4.根据权利要求1所述的方法，其特征在于，开发网络爬虫工具，包括：基于Python语言和Scapy架构开发网络爬虫工具。4. The method according to claim 1, wherein developing a web crawler tool comprises: developing a web crawler tool based on the Python language and Scapy architecture.

5.根据权利要求1所述的方法，其特征在于，基于所述综合数据集，利用所述网络爬虫工具爬取毒物及靶标文献文本信息并处理以建立文献文本数据库，包括：5. The method according to claim 1, wherein, based on the comprehensive data set, utilizing the web crawler tool to crawl poison and target document text information and process to establish a document text database, comprising:

6.根据权利要求1所述的方法，其特征在于，基于所述文献文本数据库，利用自然语言处理技术确定毒物-靶标潜在作用关系，形成毒物-靶标关系知识库，包括：基于相似性分析、聚类分析、主题挖掘、实体关系抽取和深度学习算法确定文献毒物-靶标的关系，并形成毒物-靶标关系知识库。

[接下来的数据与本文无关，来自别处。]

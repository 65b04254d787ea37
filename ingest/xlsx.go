package ingest

import (
	"archive/zip"
	"bytes"
	"encoding/xml"
	"fmt"
	"io"
	"path"
	"strconv"
	"strings"
)

// xlsx is an .xlsx file as far as a sweep needs it: the cells of its sheets
// as they are stored, without their formats (ECMA-376 part 1, 18.2 workbook, 18.3
// worksheets, 18.4 shared strings; part 2 for the package).
//
// Note: a library for all of the format was here before. It prepared its tables
// at each start of the program, which took longer than reading a sweep.
type xlsx struct {
	parts   map[string]*zip.File // by name in small letters: names do not tell case
	budget  int64                // bytes that may still be unpacked
	sheets  []worksheet
	strings []string // shared by the sheets
}

type worksheet struct {
	name string
	part string
}

// A worksheet has no more columns and rows.
const (
	maxSheetColumns = 16384
	maxSheetRows    = 1 << 20
)

// openXLSX reads all but the sheets. No more than limit bytes are unpacked, now
// and later, else the error is ErrTooLarge.
func openXLSX(data []byte, limit int64) (*xlsx, error) {
	archive, err := zip.NewReader(bytes.NewReader(data), int64(len(data)))
	if err != nil {
		return nil, err
	}
	w := &xlsx{parts: map[string]*zip.File{}, budget: limit}
	for _, f := range archive.File {
		w.parts[partKey(f.Name)] = f
	}
	main := "xl/workbook.xml"
	if rels, err := w.relations(""); err != nil {
		return nil, err
	} else if r, ok := rels.ofType("officeDocument"); ok {
		main = r.Target
	}
	rels, err := w.relations(main)
	if err != nil {
		return nil, err
	}
	var book struct {
		Sheets []struct {
			Name string     `xml:"name,attr"`
			Attr []xml.Attr `xml:",any,attr"`
		} `xml:"sheets>sheet"`
	}
	if err := w.decode(main, &book); err != nil {
		return nil, err
	}
	for _, s := range book.Sheets {
		sheet := worksheet{name: s.Name}
		for _, a := range s.Attr {
			if a.Name.Local == "id" && a.Name.Space != "" {
				sheet.part = rels.byID(a.Value)
			}
		}
		w.sheets = append(w.sheets, sheet)
	}
	if r, ok := rels.ofType("sharedStrings"); ok {
		if err := w.readStrings(r.Target); err != nil {
			return nil, err
		}
	}
	return w, nil
}

// readStrings reads the shared strings, one after the other: what stands between
// them is not kept.
func (w *xlsx) readStrings(part string) error {
	r, err := w.open(part)
	if err != nil {
		return err
	}
	defer r.Close()
	d := xml.NewDecoder(r)
	for {
		token, err := d.Token()
		if err == io.EOF {
			return nil
		}
		if err != nil {
			return err
		}
		if t, ok := token.(xml.StartElement); ok && t.Name.Local == "si" {
			var item richText
			if err := d.DecodeElement(&item, &t); err != nil {
				return err
			}
			w.strings = append(w.strings, item.String())
		}
	}
}

func partKey(name string) string {
	return strings.ToLower(strings.TrimPrefix(strings.ReplaceAll(name, `\`, "/"), "/"))
}

// open unpacks a part within the budget.
func (w *xlsx) open(part string) (io.ReadCloser, error) {
	f := w.parts[partKey(part)]
	if f == nil {
		return nil, fmt.Errorf("no part %s", part)
	}
	// The archive's reader gives no more than the size it states.
	if w.budget -= int64(min(f.UncompressedSize64, 1<<62)); w.budget < 0 {
		return nil, ErrTooLarge
	}
	return f.Open()
}

// decode reads a part into a structure.
func (w *xlsx) decode(part string, v any) error {
	r, err := w.open(part)
	if err != nil {
		return err
	}
	defer r.Close()
	return xml.NewDecoder(r).Decode(v)
}

// relations are what a part refers to.
type relations []struct {
	ID     string `xml:"Id,attr"`
	Type   string `xml:",attr"`
	Target string `xml:",attr"`
}

// relations reads those of a part, or of the package for "". There may be none.
func (w *xlsx) relations(part string) (relations, error) {
	dir, base := path.Split(part)
	name := dir + "_rels/" + base + ".rels"
	if w.parts[partKey(name)] == nil {
		return nil, nil
	}
	var list struct {
		Relations relations `xml:"Relationship"`
	}
	if err := w.decode(name, &list); err != nil {
		return nil, err
	}
	for i := range list.Relations {
		if r := &list.Relations[i]; !strings.HasPrefix(r.Target, "/") {
			r.Target = path.Join(dir, r.Target)
		}
	}
	return list.Relations, nil
}

// ofType finds a relation by the last word of its type: what stands before it is
// one of two, the transitional or the strict.
func (rs relations) ofType(word string) (r struct{ Target string }, ok bool) {
	for _, x := range rs {
		if path.Base(x.Type) == word {
			return struct{ Target string }{x.Target}, true
		}
	}
	return r, false
}

func (rs relations) byID(id string) string {
	for _, r := range rs {
		if r.ID == id {
			return r.Target
		}
	}
	return ""
}

// richText is text that may be in pieces of several formats. Phonetic hints are
// not read.
type richText struct {
	T    string   `xml:"t"`
	Runs []string `xml:"r>t"`
}

func (t richText) String() string { return unescape(t.T + strings.Join(t.Runs, "")) }

// unescape resolves _x000D_, the way to write what XML has no character for.
func unescape(s string) string {
	for from := 0; ; {
		i := strings.Index(s[from:], "_x")
		if i < 0 {
			return s
		}
		i += from
		from = i + 1
		if len(s) < i+7 || s[i+6] != '_' {
			continue
		}
		if c, err := strconv.ParseUint(s[i+2:i+6], 16, 16); err == nil {
			s = s[:i] + string(rune(c)) + s[i+7:]
		}
	}
}

// rows calls each with the cells of the rows that have any, and the row's number.
func (w *xlsx) rows(sheet worksheet, each func(num int, cells []string) error) error {
	r, err := w.open(sheet.part)
	if err != nil {
		return err
	}
	defer r.Close()
	d := xml.NewDecoder(r)
	num, column := 0, 0
	var cells []string
	for {
		token, err := d.Token()
		if err == io.EOF {
			return nil
		}
		if err != nil {
			return err
		}
		switch t := token.(type) {
		case xml.StartElement:
			switch t.Name.Local {
			case "row":
				cells, column = cells[:0], 0
				if num, err = rowNumber(&t, num+1); err != nil {
					return err
				}
			case "c":
				var c cell
				if err := d.DecodeElement(&c, &t); err != nil {
					return err
				}
				if column, err = c.column(column + 1); err != nil {
					return err
				}
				if text := w.text(&c); text != "" {
					for len(cells) < column-1 {
						cells = append(cells, "")
					}
					cells = append(cells, text)
				}
			}
		case xml.EndElement:
			switch t.Name.Local {
			case "row":
				if len(cells) > 0 {
					if err := each(num, cells); err != nil {
						return err
					}
				}
			case "sheetData":
				return nil
			}
		}
	}
}

// rowNumber is the number of a row, which is next where it states none.
func rowNumber(row *xml.StartElement, next int) (int, error) {
	for _, a := range row.Attr {
		if a.Name.Local == "r" {
			n, err := strconv.Atoi(a.Value)
			if err != nil || n < next || n > maxSheetRows {
				return 0, fmt.Errorf("row %s below row %d", a.Value, next-1)
			}
			return n, nil
		}
	}
	return next, nil
}

// cell is a cell of a sheet.
type cell struct {
	Place string   `xml:"r,attr"` // such as AB12
	Type  string   `xml:"t,attr"`
	Value string   `xml:"v"`
	Text  richText `xml:"is"`
}

// column is the number of a cell's column, from 1, which is next where the cell
// does not state its place.
func (c *cell) column(next int) (int, error) {
	if c.Place == "" {
		return next, nil
	}
	n := 0
	for i := 0; i < len(c.Place) && n <= maxSheetColumns; i++ {
		letter := c.Place[i] | 0x20 - 'a'
		if letter >= 26 {
			break
		}
		n = n*26 + int(letter) + 1
	}
	if n < next || n > maxSheetColumns {
		return 0, fmt.Errorf("cell %s behind column %d", c.Place, next-1)
	}
	return n, nil
}

// text is what a cell holds: a number or a formula's result as it is stored, or a
// text.
func (w *xlsx) text(c *cell) string {
	switch c.Type {
	case "s":
		if n, err := strconv.Atoi(strings.TrimSpace(c.Value)); err == nil && 0 <= n && n < len(w.strings) {
			return w.strings[n]
		}
		return ""
	case "inlineStr":
		return c.Text.String()
	}
	return c.Value
}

6. The method according to claim 1, wherein, based on the document text database, using natural language processing technology to determine the potential role relationship of poison-target, forming a knowledge base of poison-target relationship, comprising: based on similarity analysis, Cluster analysis, topic mining, entity relationship extraction, and deep learning algorithms determine the toxicant-target relationship in literature, and form a toxicant-target relationship knowledge base.

7.根据权利要求6所述的方法，其特征在于，基于相似性分析、聚类分析、主题挖掘、实体关系抽取和深度学习算法确定文献毒物-靶标的关系，并形成毒物-靶标关系知识库，包括：7. The method according to claim 6, characterized in that, based on similarity analysis, cluster analysis, topic mining, entity relationship extraction and deep learning algorithm to determine the relationship between literature poisons and targets, and form a poison-target relationship knowledge base ,include:

8.根据权利要求1所述的方法，其特征在于，利用所述文献文本数据库及毒物-靶标关系知识库进行毒物-靶标文献知识挖掘，包括：8. The method according to claim 1, characterized in that, utilizing the literature text database and the poison-target relationship knowledge base to perform poison-target literature knowledge mining, comprising:

9.根据权利要求8所述的方法，其特征在于，利用所述文献文本数据库及毒物-靶标关系知识库进行检索及定向文献查询，从而对毒物-靶标文献知识进行挖掘，包括：9. method according to claim 8 is characterized in that, utilizes described document text database and poison-target relation knowledge base to carry out retrieval and directional document inquiry, thereby carries out mining to poison-target literature knowledge, comprising:

10.一种基于网络爬取的毒物-靶标文献知识挖掘系统，其特征在于，包括处理器，用于执行权利要求1至9中任一项所述的方法。10. A poison-target literature knowledge mining system based on web crawling, characterized by comprising a processor for executing the method according to any one of claims 1 to 9.